Voght’s defense that Harris’s plan would not necessarily mean more classroom time for the teachers and the students hints at what is perhaps the most appealing part of the plan: its value as a step towards universal after-school programs. After-school programs already exist en masse for wealthy school systems with wealthy parents filling up wealthy PTAs. The idea of delivering a sense of equity to schools that service lower-income communities is full of potential. But that potential is undercut by its demand that the participating schools find a non-federal partner to match at least ten percent of the federal grant, which the Mother Jones piece comes out and admits is for the when the “grant money has run out.” Any proposal that relies on private funding is almost guaranteed to widen the gap between affluent and more cash-strapped communities.

Even if the solution was a fully covered federal guarantee, that promise would still be a limited response to a series of much more complex issues that could likewise be solved through federal action. For instance, the plan presumes a nine-to-five schedule, and thus does nothing to help shift workers, despite the fact that millions of Americans are forced to work jobs that run during the evening and early morning. And that’s not even to consider the question of whether extending the school day is actually good for kids, whose schedules are already built—with scant regard for their health—around the dictates of the adult working day.

The present reality of being a working person, let alone a working mother, in America is an average work week that veers on becoming mentally and physically unsustainable by lunch every Thursday: While U.S. workers have achieved production rates far higher than any time in the past century, the humane ideal of a 40-hour work week continues to be a mirage for most, rather than a legal mandate. Wages, adjusted for inflation, have stagnated. Yet individuals work, on average, 269 more hours per year than an economy of our size and strength would suggest is needed. Thirteen million workers have been forced to pick up second jobs, with women far out-pacing men in being financially dependent on multiple sources of income to get by. By every measurable statistic, Americans are working too much and being paid too little.

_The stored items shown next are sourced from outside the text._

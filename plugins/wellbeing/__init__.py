"""Mood, sleep, body image, spiritual needs, teaching, discharge, and the goals of comfort."""

from handoff.plugin import Plugin, later

plugin = Plugin(
    name="wellbeing",
    title="Mood, sleep, people and teaching",
    package="handoff.bundled.wellbeing",
    compute=later("handoff.bundled.wellbeing.compute", "compute"),
)
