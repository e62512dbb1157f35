"""What decides which matters concern this patient."""

from __future__ import annotations

from handoff.plugin import Case


def is_asked(case: Case) -> bool:
    """Return whether mood and sleep are asked about: from the second day on."""
    burn = case.state.burn_time
    return burn is not None and case.hours_between(burn.earliest, case.now) > case.parameters.number(
        "ask_after"
    )
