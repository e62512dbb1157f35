"""Mood, acute confusion, sleep, body image and spiritual needs, as charted."""

from __future__ import annotations

from datetime import timedelta

from handoff.plugin import Action, Case, Flag, Item, System, Urgency, child, fact, gap, line_of, words

from . import patient

PLAIN = (
    ("body_image", "Body image"),
    ("spiritual", "Spiritual needs"),
    ("visitors", "Visitors, school and work"),
)


def items(case: Case) -> tuple[Item, ...]:
    """Return what is charted; mood and sleep are not recorded only from the second day on."""
    return (*_mood(case), *_confusion(case), *_sleep(case), *_plain(case))


def _gap(case: Case, key: str, label: str) -> tuple[Item, ...]:
    if not patient.is_asked(case):
        return ()
    return (gap(f"wellbeing.{key}", label, system=System.PEOPLE),)


def _mood(case: Case) -> tuple[Item, ...]:
    rows = case.state.dated(child(case.block, "mood"))
    if not rows:
        return _gap(case, "mood", "Mood")
    last = rows[-1].entry
    distress, screen = words(last.get("distress")), words(last.get("screen"))
    parts = [
        words(last.get("found")),
        f"distress: {distress}" if distress else "",
        f"screen: {screen}" if screen else "",
    ]
    return (
        fact(
            "wellbeing.mood",
            "Mood",
            "; ".join(part for part in parts if part) or "asked, no finding recorded",
            system=System.PEOPLE,
            as_of=rows[-1].at,
            flag=Flag.REVIEW if distress == "severe" else Flag.NONE,
            line=last.line,
        ),
    )


def _confusion(case: Case) -> tuple[Item, ...]:
    rows = case.state.dated(child(case.block, "confusion_screen"))
    if not rows:
        return ()
    last = rows[-1].entry
    result = words(last.get("result"))
    return (
        fact(
            "wellbeing.confusion",
            "Screen for acute confusion",
            f"{words(last.get('tool')) or 'tool not recorded'}: {result}",
            system=System.DISABILITY,
            value=result,
            as_of=rows[-1].at,
            flag=Flag.ACTION if result == "positive" and not case.comfort else Flag.NONE,
            line=last.line,
        ),
    )


def _sleep(case: Case) -> tuple[Item, ...]:
    rows = case.state.dated(child(case.block, "sleep"))
    if not rows:
        return _gap(case, "sleep", "Sleep")
    last = rows[-1].entry
    slept = words(last.get("slept"))
    parts = [f"slept {slept}" if slept else "", words(last.get("found"))]
    shown = "; ".join(part for part in parts if part) or "charted without a finding"
    return (fact("wellbeing.sleep", "Sleep", shown, system=System.PEOPLE, as_of=rows[-1].at, line=last.line),)


def _plain(case: Case) -> tuple[Item, ...]:
    made = []
    for key, label in PLAIN:
        node = child(case.block, key)
        said = words(node)
        if said:
            made.append(
                fact(f"wellbeing.{key}", label, said, system=System.PEOPLE, value=said, line=line_of(node))
            )
    return tuple(made)


def actions(case: Case) -> tuple[Action, ...]:
    """Return the daily question about mood and sleep, and what severe distress or confusion asks for."""
    made = []
    rows = case.state.dated(child(case.block, "mood"))
    if patient.is_asked(case) or rows:
        every = timedelta(hours=case.parameters.number("mood.every"))
        made.append(
            Action(
                key="wellbeing.ask",
                area="Patient and family",
                text="Ask about fear, sleep, pictures that come back; say what happens next; leave them a choice",
                why="distress after a burn is common and is seldom said unasked",
                system=System.PEOPLE,
                first_due=rows[-1].at + every if rows else case.now,
                every=every,
                urgency=Urgency.SHIFT,
                sources=(case.parameters.source_of("mood.every"),),
            )
        )
    if rows and words(rows[-1].entry.get("distress")) == "severe":
        made.append(
            Action(
                key="wellbeing.distress",
                area="Patient and family",
                text="Tell the doctor and the psychologist today; stay with the patient; ask about safety",
                why=f"severe distress at {case.clock.time(rows[-1].at, case.now)}",
                system=System.PEOPLE,
                urgency=Urgency.NOW,
            )
        )
    screens = case.state.dated(child(case.block, "confusion_screen"))
    if screens and words(screens[-1].entry.get("result")) == "positive" and not case.comfort:
        made.append(
            Action(
                key="wellbeing.confusion_call",
                area="Patient and family",
                text="Tell the doctor; look for pain, low oxygen, low glucose, infection, full bladder, drugs; "
                "light by day, dark by night, glasses and hearing aid, a known face",
                why="screen for acute confusion positive",
                system=System.DISABILITY,
                urgency=Urgency.NOW,
            )
        )
    return tuple(made)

This brings us to the labor-rooted rage that was directed at Harris’s pilot program: People, generally, are tired of half-measures. They are sick of someone offering them a minuscule tax grant. If expanding after-school programs is as high as one’s ceiling goes on potential solutions to what is at it’s heart a labor crisis, then one should not be shocked when laborers shake their fists. Put plainly, Harris’s plan is a duct tape solution on a sinking ship, when what’s required is an entirely new vessel.

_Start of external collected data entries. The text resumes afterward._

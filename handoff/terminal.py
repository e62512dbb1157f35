"""The assessment as plain lines for a terminal: readable without colour, at 80 columns."""

from __future__ import annotations

import shutil
import textwrap
from collections.abc import Iterator

from handoff.assess import Assessment
from handoff.plugin import Flag, Item, Part, System

WIDTH = 80
_MARKS = {Flag.ACTION: "ACTION", Flag.REVIEW: "REVIEW", Flag.NONE: "", Flag.NOT_RECORDED: ""}


def screen(assessment: Assessment) -> Iterator[str]:
    """Yield the lines of one patient: what needs action first, then each part by system."""
    clock = assessment.state.clock
    yield f"as of {clock.day_and_time(assessment.now)} ({clock.zone}); policy: {assessment.policy.name}"
    for failure in assessment.failures:
        yield from _wrapped(f"NOT COMPUTED: {failure.title}: {failure.what}", "")
    for fault in assessment.warnings:
        yield from _wrapped(f"UNUSUAL: line {fault.line}: {fault.path}: {fault.what}", "")
    for part in Part:
        items = [item for item in assessment.items if item.part is part and not item.detail]
        if items:
            yield ""
            yield part.value.upper()
            yield from _part(items, assessment)
    missing = assessment.not_recorded
    if missing:
        yield ""
        yield f"NOT RECORDED ({len(missing)})"
        yield from _wrapped("; ".join(item.label for item in missing), "  ")


def _part(items: list[Item], assessment: Assessment) -> Iterator[str]:
    for system in System:
        of_system = [item for item in items if item.system is system and item.flag is not Flag.NOT_RECORDED]
        if of_system:
            yield f" {system.value}"
        for item in of_system:
            yield from _wrapped(_line(item, assessment), "  ")


def _line(item: Item, assessment: Assessment) -> str:
    mark = f"[{_MARKS[item.flag]}] " if _MARKS[item.flag] else ""
    when = f" ({assessment.state.clock.time(item.as_of, assessment.now)})" if item.as_of else ""
    return f"{mark}{item.label}: {item.shown}{when}"


def working_lines(item: Item, assessment: Assessment) -> Iterator[str]:
    """Yield how ``item`` was worked out: formula, sum, inputs with their lines, rule, sources, cautions."""
    yield f"{item.label}: {item.shown}"
    if item.as_of:
        yield f"as of {assessment.state.clock.day_and_time(item.as_of)}"
    if item.working:
        yield from _wrapped(f"formula: {item.working.formula}", "")
        yield from _wrapped(f"sum: {item.working.sum}", "")
        if item.working.rule:
            yield from _wrapped(f"rule: {item.working.rule}", "")
        for part in item.working.inputs:
            place = f" ({assessment.state.file}, line {part.line})" if part.line else ""
            yield from _wrapped(f"input: {part.label}: {part.shown}{place}", "")
    elif item.line:
        yield f"charted: {assessment.state.file}, line {item.line}"
    for source in item.sources:
        yield from _wrapped(f"source: {source.shown()}", "")
    for caution in item.cautions:
        yield from _wrapped(f"caution: {caution}", "")


def fitted(line: str, to_terminal: bool) -> str:
    """Return ``line`` broken at the width of the terminal; unbroken for a file or another program."""
    if not to_terminal:
        return line
    width = shutil.get_terminal_size((WIDTH, 1)).columns
    return "\n".join(textwrap.wrap(line, width, subsequent_indent="    ")) or line


def _wrapped(text: str, indent: str) -> list[str]:
    return textwrap.wrap(text, WIDTH, initial_indent=indent, subsequent_indent=indent + "    ") or [""]
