"""The main road in one place: policy and plugins ready, a file read, the assessment made."""

from __future__ import annotations

from datetime import datetime
from pathlib import Path

from msgspec.structs import replace

from handoff.assess import Assessment, assess, case_of
from handoff.outside.stopped import Stopped
from handoff.policy import load_policy
from handoff.registry import Setup, find_plugins, prepare
from handoff.state.contradictions import contradictions
from handoff.state.faults import Fault, Severity
from handoff.state.load import Loaded, load_file, load_text
from handoff.state.nodes import path_text
from handoff.state.patient import PatientState


def make_setup(policy: Path | None = None, bundled_only: bool = False) -> Setup:
    """Return policy, plugins, tables and schema ready for any number of patients.

    Raises:
        PolicyError: The policy file is at fault.
        PluginError: A plugin is at fault.
    """
    read = load_policy(policy)
    return prepare(read, find_plugins(read, bundled_only))


def checks_of(
    setup: Setup, state: PatientState, now: datetime, unchecked: dict[str, str] | None = None
) -> list[Fault]:
    """Return the faults that no schema can see, with their places: the core's and each plugin's.

    ``unchecked`` takes, for each plugin that failed, why; by its name.
    """
    faults = contradictions(state, now)
    for plugin in setup.plugins:
        if plugin.check is None:
            continue
        try:
            problems = plugin.check(case_of(plugin, state, setup, now, {}))
        except Exception as error:  # a plugin may fail in any way; the rest of the file must still be checked
            why = str(error) if isinstance(error, Stopped) else f"stopped with {type(error).__name__}"
            if unchecked is not None:
                unchecked[plugin.name] = why
            what = f"the plugin '{plugin.name}' could not check this file: it {why}"
            faults.append(Fault(1, 1, plugin.name, what, "check its entries by eye", Severity.UNUSUAL))
            continue
        for problem in problems:
            node = problem.node
            faults.append(
                Fault(
                    node.line,
                    node.column,
                    path_text(problem.path),
                    problem.what,
                    problem.cure,
                    problem.severity,
                )
            )
    return faults


def open_file(path: Path, setup: Setup, at: str = "") -> Loaded:
    """Return the validated state in ``path`` as of ``at``; raises as :func:`load_file`."""
    unchecked: dict[str, str] = {}
    loaded = load_file(path, at, setup.schema, lambda state, now: checks_of(setup, state, now, unchecked))
    return replace(loaded, unchecked=unchecked)


def open_text(text: str, file: str, setup: Setup, at: str = "") -> Loaded:
    """Return the validated state written in ``text`` as of ``at``; raises as :func:`load_text`."""
    unchecked: dict[str, str] = {}
    loaded = load_text(
        text, file, at, setup.schema, lambda state, now: checks_of(setup, state, now, unchecked)
    )
    return replace(loaded, unchecked=unchecked)


def assess_loaded(loaded: Loaded, setup: Setup) -> Assessment:
    """Return the assessment of a loaded state at its moment."""
    return assess(loaded.state, setup, loaded.now, loaded.unusual, loaded.unchecked)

It’s also a classic moderate response: an attempt to offer a solution as simple as the financially questionable and politically regressive paleocon focus on shoving mothers back into the home, without restructuring American labor as proposed by politicians further left. With popular candidates like Warren and Sanders sitting atop the polls by promoting major expansions of workers’ rights, “Medicare for All” health plans, and other fundamental rewritings of the economic rules governing the modern American household, Biden, Buttigieg, and Harris have reached for plans those running in similar politico circles might refer to as “sensible” or “common-sense solutions.”

The problem with these common-sense fixes is that they offer the illusion—very seductive given the urgency of the problem—that an over-determined, multi-factor crisis actually has simple, partially privatized, low-cost solutions. These plans cling to the belief that there may still be a minimum effort, or even profitable, plan for helping someone ensure their child is taken care of while they labor away to keep said child insured and housed. While many overburdened parents might indeed welcome the relief of a longer school day, and school employees might indeed spill tears of joy if such a program were able to offer them few extra thousand dollars, politicians should not be allowed to exploit the urgency of their needs: The fact that parents might feel gratitude if their needs are only partly met is not an endorsement of a half-assed policy.